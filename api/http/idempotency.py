"""What a repeated request gets, decided in one place: the first answer replayed, a 409, or
"duplicate of" an upload moments ago.

Invariants:
- A state-changing request (POST, PUT, PATCH, DELETE) under ``/v1/jobs`` with an
  ``Idempotency-Key`` is looked up before its view (with a reader's session: no writer
  lock is taken, so its body is parsed before any lock). After the view has answered,
  :func:`_record_answer` stores the key with that answer (one row in
  ``idempotency_records``, unique per organisation and key) in the request's own
  transaction, and the request's unit of work (``api.db.session``) commits change and
  answer together, or neither: a retry after a crash finds both or neither.
- Same key, same method, path, content type and body → the first response's status
  and bytes, with ``Ohmtally-Replay: <when the first answer was given>``; nothing
  changes. Same key, anything different → 409 ``idempotency_key_reused``. A key
  whose answer was never recorded → 409 ``idempotency_key_in_doubt``.
- Two requests racing with one key: a view that locks its job asks again once it holds the
  lock (:func:`answered_meanwhile`), so the second replays the first's answer without
  doing the work; elsewhere the second's insert meets the unique index, its work is
  rolled back and the first answer is replayed in its place.
- A request that fails without committing (404, 415, 422 on a bad JSON body) records
  nothing: sending it again re-checks it. (Rows from before this design may hold no
  answer: such a key is refused as in doubt.) A refusal that is committed anyway
  (a readings body kept as a rejected upload, ``g.commit_on_error``) is the key's answer.
- ``POST /v1/verify`` stores nothing and is the same function of its body every
  time, so a key there is accepted and has no effect.
- Without a key, an exact re-post of a job's latest upload within
  ``OHMTALLY_DUPLICATE_WINDOW_S`` is a blind resend (:func:`recent_duplicate`): the
  readings view answers it as ``duplicate_of`` that upload and merges nothing.
"""

from __future__ import annotations

import hashlib
import re
from datetime import timedelta

from flask import Flask, Response, current_app, g, request
from sqlalchemy import select
from sqlalchemy.exc import IntegrityError
from sqlalchemy.orm import Session

from api.db.models import IdempotencyRecord, Job, Upload, utcnow
from api.db.session import get_session, read_session
from api.errors import ApiError, problem_response
from api.http.auth import tenant

__all__ = [
    "IDEMPOTENCY_HEADER",
    "IDEMPOTENCY_PARAMETER_DOC",
    "KEY_PATTERN",
    "REPLAY_HEADER",
    "answered_meanwhile",
    "init_app",
    "recent_duplicate",
    "request_key",
]

IDEMPOTENCY_HEADER = "Idempotency-Key"
KEY_PATTERN = re.compile(r"^[\x21-\x7e]{1,200}$")  # visible ASCII, as a header value carries safely
REPLAY_HEADER = "Ohmtally-Replay"  # on a replayed answer: when the first answer was given (RFC 3339)
IDEMPOTENCY_PARAMETER_DOC = {
    "in": "header", "name": IDEMPOTENCY_HEADER, "required": False,
    "schema": {"type": "string", "minLength": 1, "maxLength": 200, "pattern": "^[!-~]{1,200}$"},
    "description": "resending the same request with the same key (per organisation) is answered "
                   f"with the first response (marked `{REPLAY_HEADER}`), changing nothing; the same "
                   "key with another request is a 409"}
_CHANGING = frozenset({"POST", "PUT", "PATCH", "DELETE"})


def _applies() -> bool:
    # A request routing refuses (no such path, a method the path does not take) changes nothing:
    # its 404 or 405 (with Allow, RFC 9110 §15.5.6) is the answer, whatever key it carries.
    return (request.method in _CHANGING and request.path.startswith("/v1/jobs")
            and request.routing_exception is None)


def request_key() -> str | None:
    """The request's Idempotency-Key, or ``None``; a malformed one is a 400."""
    key = request.headers.get(IDEMPOTENCY_HEADER)
    if key is None:
        return None
    if not KEY_PATTERN.match(key):
        raise ApiError(400, "bad_idempotency_key",
                       "the Idempotency-Key must be 1–200 visible ASCII characters",
                       errors=[{"parameter": IDEMPOTENCY_HEADER, "code": "bad_idempotency_key",
                                "reason": "1–200 visible ASCII characters"}])
    return key


def _fingerprint() -> str:
    digest = hashlib.sha256()
    for part in (request.method, request.full_path.rstrip("?"), request.mimetype or ""):
        digest.update(part.encode("utf-8", "surrogateescape") + b"\n")
    digest.update(request.get_data(cache=True))
    return digest.hexdigest()


def _find(session: Session, organisation_id: int, key: str) -> IdempotencyRecord | None:
    query = select(IdempotencyRecord).where(IdempotencyRecord.organisation_id == organisation_id,
                                            IdempotencyRecord.idempotency_key == key)
    return session.scalars(query).first()


def _replay(found: IdempotencyRecord, wanted: str) -> Response:
    if found.request_sha256 != wanted:
        raise ApiError(409, "idempotency_key_reused",
                       "this Idempotency-Key was used with another request (method, path or body); "
                       "a key names one request: use a new key for a new body",
                       errors=[{"parameter": IDEMPOTENCY_HEADER, "code": "idempotency_key_reused",
                                "reason": "a key names one request"}])
    if found.status_code is None or found.response_body is None:
        raise ApiError(409, "idempotency_key_in_doubt",
                       "a request with this Idempotency-Key was taken but its answer was not recorded; "
                       "read the job's uploads to see what it changed",
                       errors=[{"parameter": IDEMPOTENCY_HEADER, "code": "idempotency_key_in_doubt",
                                "reason": "no recorded answer"}])
    response = current_app.response_class(found.response_body, status=found.status_code,
                                          content_type=found.content_type or "application/json")
    if found.location:
        response.headers["Location"] = found.location
    response.headers[REPLAY_HEADER] = found.created_at.isoformat().replace("+00:00", "Z")
    return response


def _look_up() -> Response | None:
    """Before the view: a key already answered is replayed (or a 409); a new key is noted.

    The look-up reads with a reader's session: the request takes no writer lock for it, so a
    body is parsed before any lock is held (on SQLite the writer lock is the whole database's).
    """
    if not _applies():
        return None
    key = request_key()
    if key is None:
        return None
    organisation_id = tenant()
    wanted = _fingerprint()
    with read_session() as reader:
        found = _find(reader, organisation_id, key)
        if found is not None:
            return _replay(found, wanted)
    g.idempotency_key = (organisation_id, key, wanted)
    return None


def answered_meanwhile(session: Session) -> Response | None:
    """For a view that has just locked its job: the answer a request with the same key committed
    while this one waited for the lock (replayed, or a 409), else ``None``."""
    pending = g.get("idempotency_key")
    if pending is None:
        return None
    organisation_id, key, wanted = pending
    found = _find(session, organisation_id, key)
    if found is None:
        return None
    g.pop("idempotency_key", None)
    return _replay(found, wanted)


def _record_answer(response: Response) -> Response:
    """Store the key with the answer in the request's transaction; the unit of work commits both.

    A request with the same key that committed first wins: this one's insert meets the unique
    key, its work is rolled back, and the first answer is replayed in its place.
    """
    pending = g.pop("idempotency_key", None)
    if pending is None:
        return response
    if response.status_code >= 400 and not g.get("commit_on_error"):
        return response  # rolled back with everything else: nothing records the key
    organisation_id, key, wanted = pending
    session = get_session()
    session.add(IdempotencyRecord(
        organisation_id=organisation_id, idempotency_key=key, method=request.method,
        path=request.path[:2000], request_sha256=wanted, created_at=utcnow(),
        status_code=response.status_code, content_type=response.content_type,
        location=response.headers.get("Location"), response_body=response.get_data()))
    try:
        session.flush()
    except IntegrityError:  # the same key committed first by another request: its answer stands
        session.rollback()
        found = _find(session, organisation_id, key)
        if found is None:  # pragma: no cover - the winner's row is committed before we can fail
            raise
        g.pop("commit_on_error", None)  # nothing of this request is kept
        try:
            return _replay(found, wanted)
        except ApiError as refused:
            return problem_response(refused)
    return response


def recent_duplicate(session: Session, job: Job, *, sha256: str, content_type: str,
                     window_s: int) -> Upload | None:
    """The job's latest upload if it is this very body, merged, within ``window_s`` seconds.

    Only the *latest*: re-sending an older body after another upload is a deliberate
    correction (later wins) and must merge again. The caller holds the job's lock.
    """
    latest = session.scalars(select(Upload).where(Upload.job_id == job.id)
                             .order_by(Upload.id.desc()).limit(1)).first()
    if (latest is None or latest.sha256 != sha256 or latest.status != "merged"
            or latest.content_type != content_type
            or utcnow() - latest.received_at > timedelta(seconds=window_s)):
        return None
    return latest


def init_app(app: Flask) -> None:
    app.before_request(_look_up)
    app.after_request(_record_answer)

********

What you have to do: Starting with the first line of the listing above, copy each line exactly until you have copied the line containing "the request's own". Stop there.

Finished task:
filename api/http/idempotency.py
"""What a repeated request gets, decided in one place: the first answer replayed, a 409, or
"duplicate of" an upload moments ago.

Invariants:
- A state-changing request (POST, PUT, PATCH, DELETE) under ``/v1/jobs`` with an
  ``Idempotency-Key`` is looked up before its view (with a reader's session: no writer
  lock is taken, so its body is parsed before any lock). After the view has answered,
  :func:`_record_answer` stores the key with that answer (one row in
  ``idempotency_records``, unique per organisation and key) in the request's own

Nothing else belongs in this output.